- Opening Delimiter -
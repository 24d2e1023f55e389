import { VACUUM_PERMEABILITY_H_PER_M } from '../constants.ts';
import { ellipticKMinusE } from '../numerics/elliptic.ts';

/**
 * Mutual inductance in H of two coaxial circular filaments, radii and axial distance between their planes in m (the sign
 * of the distance does not matter).
 *
 * J. C. Maxwell, A Treatise on Electricity and Magnetism (1873), vol. 2, art. 701, in the second form given there, which
 * Landen's transformation makes of the first (E. B. Rosa and F. W. Grover, NBS Scientific Paper 169, formula (2), from
 * memory): with r₁, r₂ the least and the greatest distance between points of the two circles,
 *
 *     M = µ0 (r₁ + r₂) (K(k₁) − E(k₁)),   k₁ = (r₂ − r₁)/(r₂ + r₁) = 4ab/(r₁ + r₂)²,   k₁' = 2√(r₁r₂)/(r₁ + r₂).
 *
 * Written with the second expressions nothing cancels: a − b is exact where the radii are close, and K − E is summed from
 * positive terms. Coincident circles give Infinity, the limit: a filament has no self-inductance.
 *
 * | domain                                                              | worst relative error | against           |
 * |---------------------------------------------------------------------|----------------------|-------------------|
 * | b/a and z/a from 1e-6 to 1e6, (a − b)/a and z/a down to 1e-15       | 2e-15                | mpmath, 60 digits |
 */
export function coaxialLoopsMutualInductance_H(radius1_m: number, radius2_m: number, distance_m: number): number {
  // Scaled to the size of the pair: squares neither overflow nor underflow, whatever the unit of length.
  const size = radius1_m + radius2_m + Math.abs(distance_m);
  const scale = 1 / size;
  const a = radius1_m * scale;
  const b = radius2_m * scale;
  const z = distance_m * scale;
  const difference = (radius1_m - radius2_m) * scale;
  const sum = a + b;
  const least = Math.sqrt(difference * difference + z * z);
  if (least === 0) return Infinity;
  const greatest = Math.sqrt(sum * sum + z * z);
  const total = least + greatest;
  const modulus = (4 * a * b) / (total * total);
  const complementaryModulus = (2 * Math.sqrt(least * greatest)) / total;
  return VACUUM_PERMEABILITY_H_PER_M * size * total * ellipticKMinusE(complementaryModulus, modulus * modulus);
}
- Closing Delimiter -
Copy every entry exactly as it is given.

repository 24d2e1023f55e389
import { VACUUM_PERMEABILITY_H_PER_M } from '../constants.ts';
import { ellipticKMinusE } from '../numerics/elliptic.ts';

/**
 * Mutual inductance in H of two coaxial circular filaments, radii and axial distance between their planes in m (the sign
 * of the distance does not matter).
 *
 * J. C. Maxwell, A Treatise on Electricity and Magnetism (1873), vol. 2, art. 701, in the second form given there, which
 * Landen's transformation makes of the first (E. B. Rosa and F. W. Grover, NBS Scientific Paper 169, formula (2), from
 * memory): with r₁, r₂ the least and the greatest distance between points of the two circles,
 *
 *     M = µ0 (r₁ + r₂) (K(k₁) − E(k₁)),   k₁ = (r₂ − r₁)/(r₂ + r₁) = 4ab/(r₁ + r₂)²,   k₁' = 2√(r₁r₂)/(r₁ + r₂).
 *
 * Written with the second expressions nothing cancels: a − b is exact where the radii are close, and K − E is summed from
 * positive terms. Coincident circles give Infinity, the limit: a filament has no self-inductance.
 *
 * | domain                                                              | worst relative error | against           |
 * |---------------------------------------------------------------------|----------------------|-------------------|
 * | b/a and z/a from 1e-6 to 1e6, (a − b)/a and z/a down to 1e-15       | 2e-15                | mpmath, 60 digits |
 */
export function coaxialLoopsMutualInductance_H(radius1_m: number, radius2_m: number, distance_m: number): number {
  // Scaled to the size of the pair: squares neither overflow nor underflow, whatever the unit of length.
  const size = radius1_m + radius2_m + Math.abs(distance_m);
  const scale = 1 / size;
  const a = radius1_m * scale;
  const b = radius2_m * scale;
  const z = distance_m * scale;
  const difference = (radius1_m - radius2_m) * scale;
  const sum = a + b;
  const least = Math.sqrt(difference * difference + z * z);
  if (least === 0) return Infinity;
  const greatest = Math.sqrt(sum * sum + z * z);
  const total = least + greatest;
  const modulus = (4 * a * b) / (total * total);
  const complementaryModulus = (2 * Math.sqrt(least * greatest)) / total;
  return VACUUM_PERMEABILITY_H_PER_M * size * total * ellipticKMinusE(complementaryModulus, modulus * modulus);
}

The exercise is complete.